const sleep = (ms) => new Promise((r) => setTimeout(r, ms));
const { dataDir, env: profile } = profileEnv('faults');
const env = {
  ...profile,
  // Failed jobs come back within a second or two, so the run sees them finish.
  JOBS_POLL_INTERVAL_MS: '200',
  JOBS_BACKOFF_BASE_MS: '500',
  JOBS_BACKOFF_MAX_MS: '2000',
  HEALTH_CACHE_SECONDS: '1',
};
const baseUrl = `http://127.0.0.1:${env.PORT}`;

let stopping = false;
let stopSupervising = () => {};
let watchdog;
async function shutdown(code) {
  if (stopping) return;
  stopping = true;
  clearTimeout(watchdog);
  stopSupervising();
  step('Stopping everything the fault run started');
  await stopAll();
  process.exit(code);
}
process.on('SIGINT', () => void shutdown(130));
process.on('SIGTERM', () => void shutdown(143));

// ---------------------------------------------------------------------------------------------------------
// Accounting: every attempt of every client, by fault phase.

const t0 = Date.now();
const secs = (ms) => (ms / 1000).toFixed(1);
const timeline = [];
const mark = (what) => {
  timeline.push(`${secs(Date.now() - t0)} s  ${what}`);
  info(what);
};
let phase = 'setup';
const phases = {}; // name → { attempts, ok, refused, unavailable, dropped, timeout, 'server-error', gateway, slowestMs }
/** Outcomes a phase may show besides ok: a dropped connection only while the API process is down. */
const dropsAllowed = new Set(['d. API process killed']);
const defects = [];
let recovery = null; // { since, at } — the first write answered after `since`

function onAttempt(a) {
  const p = (phases[phase] ??= { attempts: 0, slowestMs: 0 });
  p.attempts++;
  p[a.outcome] = (p[a.outcome] ?? 0) + 1;
  p.slowestMs = Math.max(p.slowestMs, a.ms);
  const bad =
    a.outcome === 'server-error' ||
    a.outcome === 'timeout' ||
    a.outcome === 'gateway' ||
    (a.outcome === 'dropped' && !dropsAllowed.has(phase)) ||
    a.ms > ATTEMPT_BOUND_MS;
  if (bad)
    defects.push(`${phase}: ${a.method} ${a.url} → ${a.outcome} ${a.status || a.cause} after ${a.ms} ms`);
  if (a.outcome === 'ok' && a.method !== 'GET' && recovery && !recovery.at && a.at > recovery.since)
    recovery.at = a.at;
}

// ---------------------------------------------------------------------------------------------------------
// The load: rounds created, saved with joints, submitted, each step retried by its client.

const ledger = []; // one entry per round flow
let chainage = 6000;

/** A complete record: three joints, Q inputs, a class and a next round length, so it can be submitted. */
function saveBodyOf(r, ctx, joints) {
  return {
    version: r.version,
    faceChainage: r.faceChainage,
    previousChainage: r.previousChainage,
    roundLength: r.roundLength,
    shiftDate: r.shiftDate,
    shift: r.shift,
    distantParts: '',
    joints,
    // Q = 60/4 × 1.5/2 × 1/1 = 11.25 (Barton et al. 1974) [computed here]
    qInput: { rqd: 60, jn: 4, jr: 1.5, ja: 2, jw: 1, srf: 1 },
    rmrInput: null,
    gsiObserved: null,
    recommendedClassId: ctx.classId,
    nextRoundLength: 1,
    recommendationReason: 'Fault run: written while parts of the stack were stopped on purpose.',
  };
}

const jointOf = (orientationText) => ({
  id: randomUUID(),
  kind: 'joint',
  orientationText,
  notation: 'dip-direction/dip',
  setLabel: null,
  spacingM: 0.5,
  persistenceM: 3,
  apertureMm: 0.5,
  jr: 1.5,
  jrc: null,
  jrcMethod: null,
  infill: '',
  ja: 2,
  water: 'damp',
  thicknessM: null,
  notes: '',
});

const sameIds = (a, b) => JSON.stringify([...a].sort()) === JSON.stringify([...b].sort());

async function roundFlow(geo, ctx, { submit = true } = {}) {
  const rec = {
    id: randomUUID(),
    key: randomUUID(),
    phase,
    created: false,
    jointIds: null,
    saved: false,
    submitted: false,
    resolved: 0,
    error: null,
  };
  ledger.push(rec);
  const p = `/api/projects/${ctx.projectId}`;
  const opts = { untilMs: GIVE_UP_MS };
  try {
    let r = await geo.call(
      'POST',
      `${p}/headings/${ctx.headingId}/rounds`,
      { id: rec.id, stage: ctx.stage, faceChainage: (chainage += ctx.sense * 3) },
      { ...opts, headers: { 'idempotency-key': rec.key } },
    );
    if (r.id !== rec.id) throw new InfraError(`The create answered round ${r.id}, not ${rec.id}`);
    rec.created = true;
    const joints = ['120/45', '210/70', '300/20'].map(jointOf);
    rec.jointIds = joints.map((j) => j.id);
    const body = saveBodyOf(r, ctx, joints);
    try {
      r = await geo.call('PUT', `${p}/rounds/${rec.id}`, body, opts);
    } catch (err) {
      // A save whose answer was lost but which was kept: the retry meets its own new version.
      const current =
        err instanceof ApiError && err.body?.code === 'STALE_VERSION' && err.body.details?.current;
      const ours =
        current &&
        current.version === body.version + 1 &&
        sameIds(
          current.joints.map((j) => j.id),
          rec.jointIds,
        );
      if (!ours) throw err;
      rec.resolved++;
      r = current;
    }
    rec.saved = true;
    if (!submit) return rec;
    try {
      r = await geo.call('POST', `${p}/rounds/${rec.id}/submit`, { version: r.version }, opts);
    } catch (err) {
      if (!(err instanceof ApiError && err.status === 409)) throw err;
      const now = await geo.call('GET', `${p}/rounds/${rec.id}`, undefined, opts);
      if (now.status !== 'submitted') throw err;
      rec.resolved++;
    }
    rec.submitted = true;
  } catch (err) {
    rec.error = err instanceof Error ? err.message : String(err);
  }
  return rec;
}

/** Runs `WORKERS` clients making rounds; `fault()` is run after FAULT_AFTER_MS; stops SETTLE_MS after recovery. */
async function underLoad(geo, ctx, name, fault) {
  phase = name;
  step(`Fault ${name}`);
  let running = true;
  const loops = Array.from({ length: WORKERS }, async () => {
    while (running) await roundFlow(geo, ctx);
  });
  try {
    await sleep(FAULT_AFTER_MS);
    await fault();
    const deadline = Date.now() + 60_000;
    while (!recovery.at && Date.now() < deadline) await sleep(100);
    if (!recovery.at) throw new InfraError(`${name}: no write succeeded within 60 s of the restart`);
    mark(`first write answered ${secs(recovery.at - recovery.since)} s after the restart`);
    await sleep(SETTLE_MS);
  } finally {
    running = false;
    await Promise.all(loops);
  }
  return {
    recoveryS: (recovery.at - recovery.since) / 1000,
    outageS: (recovery.at - recovery.faultAt) / 1000,
  };
}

Problem to work on
Show me each line of the listing above with "deadline" in it.

Result of the exercise
    const deadline = Date.now() + 60_000;
    while (!recovery.at && Date.now() < deadline) await sleep(100);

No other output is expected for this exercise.